結局高くつく!?「頭金なしでもOK」の実態
続いて紹介するのは、25歳のとき同い年の夫と結婚したNさん(26歳女性)のお話です。
貯金はないけどマイホームが欲しい!
Nさんは、結婚後早々にマイホーム探しを始めたそうです。
Nさん「うちは夫婦そろって貯金がありませんでした。それでも妊活前にマイホームがほしかったので、頭金なしでもOKの物件に決めました」
頭金って?なくても家は買える?
「頭金」とは、ローンとして借り入れるお金以外で自己資金から支払うお金のことです。例えば4,000万円の物件を買うときに、3,500万円はローンにして、500万円はローン契約時に現金で払った場合、頭金を500万円支払ったということになります。
過去には必須だった頭金ですが、現在では頭金なしの「フルローン」でマイホームを購入する人も珍しくないそうです。マイホーム購入のハードルが下がるフルローンですが、一方で注意すべき点もあります。今回、Nさん夫婦が身をもって体験したフルローンの落とし穴を見ていきましょう。
考えてなかった…頭金なしでもOKの落とし穴
◇頭金以外にも現金が必要
マイホームを購入するときは、物件の代金以外に印紙代や事務手数料などの諸費用が発生します。この諸費用は住宅ローンには含まれないため、現金で用意しなければなりません。このことを契約直前に知ったNさん夫妻はなんとかお金をかき集めて払ったものの、貯金口座は空っぽになったそうです。
◇返済総額が多くなる
フルローンは頭金ありの場合よりも、総返済額が大きくなる傾向があります。貯金がないから頭金は払えないと決めつけず、契約前には頭金を支払う場合の返済プランと比較検討しておいた方がいいでしょう。Nさんは元々頭金を支払う予定がなく事前に比較検討することがなかったため、返済総額が多くなることを知らないまま契約してしまったそうです。
今払うお金だけでなく将来払うお金にも着目
フルローンしか選択肢がなかったとは言え、マイホーム購入でなけなしの貯金がほぼゼロになり、長い目で見ると負担の大きい住宅ローンを組んでしまったことを後悔しているNさん。予定していた妊活は延期して、今はがんばって貯金を増やしているそうです。

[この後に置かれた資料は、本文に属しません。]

package viz

import (
	"fmt"
	"io"
	"math"
	"sort"
	"strconv"
	"strings"

	"github.com/heatgraph/heatgraph/elements"
	"github.com/heatgraph/heatgraph/network"
)

// Order is how the text report sorts nodes.
type Order string

// Node orders for the text report.
const (
	ByFile        Order = "file"        // as in the model file
	ByMargin      Order = "margin"      // smallest margin first, nodes without a limit last
	ByTemperature Order = "temperature" // hottest first
)

// Orders lists the valid orders.
var Orders = []Order{ByFile, ByMargin, ByTemperature}

// WriteText writes the human-readable report of a solution.
func WriteText(w io.Writer, sol *network.Solution, run Run, order Order) error {
	tw := &textWriter{w: w}
	m := sol.Net.Model
	title := m.Title
	if title == "" {
		title = m.File
	}
	tw.printf("%s\n", title)
	tw.printf("model %s; ambient %.2f °C, %s\n", m.File, celsius(m.Ambient.Temperature), pressureText(m.Ambient))
	tw.printf("solved in %d Newton iterations", run.Iterations)
	if run.LinearIterations > 0 {
		tw.printf(" (%d iterations of the linear solver)", run.LinearIterations)
	}
	if run.Worst != "" {
		// Converged means every balance is within 1e-9 of the flows that
		// meet in it, or within the round-off of its terms; the fraction
		// alone would make round-off at a node that carries next to
		// nothing look large.
		tw.printf("; worst remaining imbalance %.2g %s, in the %s", run.Residual, run.WorstUnit, run.Worst)
	}
	tw.printf("\n")
	if len(run.Kinds) > 1 {
		for _, k := range run.Kinds {
			tw.printf("  %s: %s, last step %.2g %s, largest %s residual %.2g %s\n",
				k.Name, countOf(k.Unknowns, "unknown"), k.Step, k.Unit, k.Equation, k.Residual, k.EquationUnit)
		}
	}
	tw.printf("\n")

	nodes := sortNodes(sol.Nodes, order)
	idw := len("node")
	for _, n := range nodes {
		idw = max(idw, len(n.ID))
	}
	tw.printf("%-*s  %-8s  %9s  %9s  %9s  %9s  %s\n", idw, "node", "kind", "T [°C]", "power [W]", "limit [°C]", "margin [K]", "status")
	for _, n := range nodes {
		input, limit, margin := "", "", ""
		if n.Power != 0 {
			input = fnum("%.3f", n.Power)
		}
		if n.HasLimit {
			limit = fnum("%.2f", celsius(n.Limit))
			margin = fnum("%+.2f", n.Margin)
		}
		tw.printf("%-*s  %-8s  %9s  %9s  %10s  %10s  %s\n", idw, n.ID, n.Kind, fnum("%.2f", celsius(n.Temperature)), input, limit, margin, statusText(n.Status))
	}

	idw = len("link")
	kw := len("kind")
	for _, l := range sol.Links {
		idw = max(idw, len(l.ID))
		kw = max(kw, len(l.Kind))
	}
	tw.printf("\n%-*s  %-*s  %10s  %s\n", idw, "link", kw, "kind", "heat [W]", "from → to (positive heat flows this way)")
	plates := plateNodes(sol)
	for _, l := range sol.Links {
		if plates[l.From] {
			// A plate's joins are listed with the plate, below.
			out := 0.0
			for _, p := range l.Paths {
				out += p.Heat
			}
			tw.printf("%-*s  %-*s  %10s  %s → its %d joins (see plates below)\n", idw, l.ID, kw, l.Kind, fnum("%.3f", noNegZero(out, 3)), l.From, len(l.Paths))
			continue
		}
		tw.printf("%-*s  %-*s  %10s  %s → %s", idw, l.ID, kw, l.Kind, fnum("%.3f", noNegZero(l.Heat, 3)), l.From, l.To)
		for _, p := range l.Paths[min(1, len(l.Paths)):] {
			if p.Heat == 0 || noNegZero(p.Heat, 3) == 0 {
				continue // air that brings nothing (from ambient) is no path
			}
			how := ""
			if p.Carried {
				how = " carried by the air"
			}
			tw.printf("; %s W%s %s → %s", fnum("%.3f", noNegZero(p.Heat, 3)), how, p.From, p.To)
		}
		tw.printf("\n")
	}

	writeDetails(tw, sol)
	writeAirflow(tw, sol)
	writePlates(tw, sol)

	b := sol.Balance
	tw.printf("\nenergy balance [W]\n")
	tw.printf("  heat in                %12s\n", fnum("%.4f", b.In))
	if b.Environment != 0 {
		tw.printf("  from the environment   %12s\n", fnum("%.4f", b.Environment))
	}
	for _, o := range b.Out {
		if o.Heat != 0 {
			tw.printf("  out through %-10s %12s\n", o.Node, fnum("%.4f", o.Heat))
		}
	}
	tw.printf("  imbalance              %12s\n", fnum("%.3g", b.Imbalance))

	warnings := append(append([]string(nil), sol.Warnings...), NonFinite(sol)...)
	if len(warnings) > 0 {
		tw.printf("\nwarnings\n")
		for _, warn := range warnings {
			tw.printf("  - %s\n", warn)
		}
	}
	tw.printf("\n%s\n", Verdict(sol))
	tw.printf("\n%s\n", wrap(Caution, 100))
	return tw.err
}

// writeDetails lists, for every link whose heat comes from a correlation,
// the quantities behind it, so that each coefficient can be traced and
// checked by hand.
func writeDetails(tw *textWriter, sol *network.Solution) {
	first := true
	plates := plateNodes(sol)
	for _, l := range sol.Links {
		var texts []string
		var nums []string
		for _, d := range l.Details {
			switch {
			case d.Text != "":
				texts = append(texts, d.Text)
			default:
				nums = append(nums, detailText(d))
			}
		}
		if len(texts) == 0 || plates[l.From] {
			continue
		}
		if first {
			tw.printf("\ncorrelations (each link's coefficient and what it rests on)\n")
			first = false
		}
		tw.printf("  %s (%s): %s\n", l.ID, l.Kind, strings.Join(texts, "; "))
		tw.printf("%s\n", wrapItems(nums, 94, "      "))
	}
}

// detailText formats one numeric detail as "name value unit".
func detailText(d elements.Detail) string {
	name := strings.ReplaceAll(d.Name, "_", " ")
	unit := d.Unit
	if unit == "degC" {
		unit = "°C"
	}
	if !finite(d.Value) {
		return name + " not finite (see warnings)"
	}
	v := strconv.FormatFloat(d.Value, 'g', 4, 64)
	if unit == "" {
		return name + " " + v
	}
	return name + " " + v + " " + unit
}

// fnum formats x with verb, or says "not finite" (a warning explains).
func fnum(verb string, x float64) string {
	if !finite(x) {
		return "not finite"
	}
	return fmt.Sprintf(verb, x)
}

// wrapItems joins items with ", " into lines of at most width bytes after
// prefix, never breaking an item.
func wrapItems(items []string, width int, prefix string) string {
	var b strings.Builder
	line := 0
	for i, it := range items {
		switch {
		case i == 0:
			b.WriteString(prefix)
		case line+2+len(it) > width:
			b.WriteString(",\n" + prefix)
			line = 0
		default:
			b.WriteString(", ")
			line += 2
		}
		b.WriteString(it)
		line += len(it)
	}
	return b.String()
}

// noNegZero returns x, or zero when x would print as -0 with the given
// number of decimals.
func noNegZero(x float64, decimals int) float64 {
	if math.Abs(x) < 0.5*math.Pow(10, -float64(decimals)) {
		return 0
	}
	return x
}

// Verdict summarises the limit checks in one line.
func Verdict(sol *network.Solution) string {
	var over, tight []string
	checked := 0
	for _, n := range sol.Nodes {
		switch n.Status {
		case network.Over:
			over = append(over, fmt.Sprintf("%s (%+.2f K)", n.ID, n.Margin))
		case network.Tight:
			tight = append(tight, fmt.Sprintf("%s (%+.2f K)", n.ID, n.Margin))
		}
		if n.HasLimit {
			checked++
		}
	}
	var parts []string
	switch {
	case checked == 0:
		parts = append(parts, "no node has a limit to check")
	case len(over) > 0:
		parts = append(parts, fmt.Sprintf("OVER LIMIT: %s", strings.Join(over, ", ")))
	default:
		parts = append(parts, limitsHold(checked))
	}
	if len(tight) > 0 {
		parts = append(parts, fmt.Sprintf("below the required margin of %.1f K: %s", sol.Net.Model.RequiredMargin, strings.Join(tight, ", ")))
	}
	return strings.Join(parts, "; ")
}

// limitsHold says that every one of n checked limits holds.
func limitsHold(n int) string {
	if n == 1 {
		return "the 1 limit holds"
	}
	return fmt.Sprintf("all %d limits hold", n)
}

func statusText(s network.Status) string {
	switch s {
	case network.Over:
		return "OVER"
	case network.NoLimit:
		return "-"
	}
	return string(s)
}

func pressureText(a network.Ambient) string {
	if a.FromAlt {
		return fmt.Sprintf("%.2f kPa (standard atmosphere at %.0f m)", a.Pressure/1000, a.Altitude)
	}
	return fmt.Sprintf("%.2f kPa", a.Pressure/1000)
}

func sortNodes(nodes []network.NodeResult, order Order) []network.NodeResult {
	out := append([]network.NodeResult(nil), nodes...)
	switch order {
	case ByMargin:
		sort.SliceStable(out, func(i, j int) bool {
			a, b := out[i], out[j]
			if a.HasLimit != b.HasLimit {
				return a.HasLimit
			}
			return a.HasLimit && a.Margin < b.Margin
		})
	case ByTemperature:
		sort.SliceStable(out, func(i, j int) bool { return out[i].Temperature > out[j].Temperature })
	}
	return out
}

// wrap breaks text into lines of at most width bytes at spaces.
func wrap(text string, width int) string {
	var b strings.Builder
	line := 0
	for i, word := range strings.Fields(text) {
		if i > 0 {
			if line+1+len(word) > width {
				b.WriteByte('\n')
				line = 0
			} else {
				b.WriteByte(' ')
				line++
			}
		}
		b.WriteString(word)
		line += len(word)
	}
	return b.String()
}

// textWriter remembers the first write error so that the report code can
// stay linear.
type textWriter struct {
	w   io.Writer
	err error
}

func (t *textWriter) printf(format string, args ...any) {
	if t.err == nil {
		_, t.err = fmt.Fprintf(t.w, format, args...)
	}
}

マイホームを購入するベストタイミングは人それぞれ。早く手に入れたいがために無理して高い買い物をするよりも、用意ができるまでコツコツがんばることも必要かもしれませんね。
「ボーナス払い」で月々の返済額を抑えるはずが…
最後は、結婚後、家賃8万円の賃貸マンションで暮らしながらマイホームを探していたYさん(32歳女性)のお話です。
今の家賃でマイホームに住みたい!
Yさん「うちの家計だと月8万円以上のローンを返済するのは無理。ボーナス払いで年に2回支払いを増やすことで、なんとか現状と変わらない月額でマイホームを手に入れることができました」
ボーナス払いを活用して念願のマイホームを手に入れたYさんでしたが、入居後1年ほどで想定外の事態に見舞われたそうです。
Yさん「夫の会社の業績が傾いたのでボーナスが大幅にカットされてしまい、ボーナス払いに回す分の収入がなくなってしまいました」
ボーナス払いができなくなったらどうする?
このままではマイホームを失いかねない大ピンチに、Yさんたちは以下のことを検討したそうです。
◇ボーナス払いの時期を変更する
6月と12月にボーナス払いを設定していたYさんでしたが、少しでも先延ばしして資金を貯めるために、支払い時期を後ろ倒しにすることを検討しました。
◇ボーナス払いを取りやめる
月々の支払額は上がってもいいから年2回のボーナス払いを辞められないか、借り入れ先に相談し、シミュレーションをしてもらいました。
◇ローンの借り換え
今よりも金利や月々の支払額が低くなるところはないか探したそうです。複数の金融機関でシミュレーションしてもらった結果、借り換えにかかる手数料を考慮すると、Yさんの場合、あまりメリットが得られないことがわかりました。
ボーナス払いは契約前によく検討を
検討に検討を重ねた結果、借入先は現状のまま、ボーナス払いをやめて月々の支払額を増やすことで落ち着きました。これにより、なんとかマイホームを手放さずに済みましたが、月々の支払額は増えるため手放しでは喜べなかったそうです。
ボーナス払いを導入するなら、ボーナスがなくなったときに備えて貯金もしておきたいところ。ローンを契約する前には、ボーナス払いの有無で返済計画がどう変わるかを確認し、無理のないプランで契約したいですね。
一生に一度の買い物は、無理せず焦らず
マイホームを探していると「今しかない!」という運命のタイミングに遭遇することもあります。しかし、金額の大きい買い物だからこそ、無理せず焦らず冷静に考えたいものです。
マイホームの購入は事前にしっかり計画を立て、不明点は専門家に相談して確実に解決してからだと安心です。長い目で見て本当に大丈夫か、しっかり考えながら進めましょう。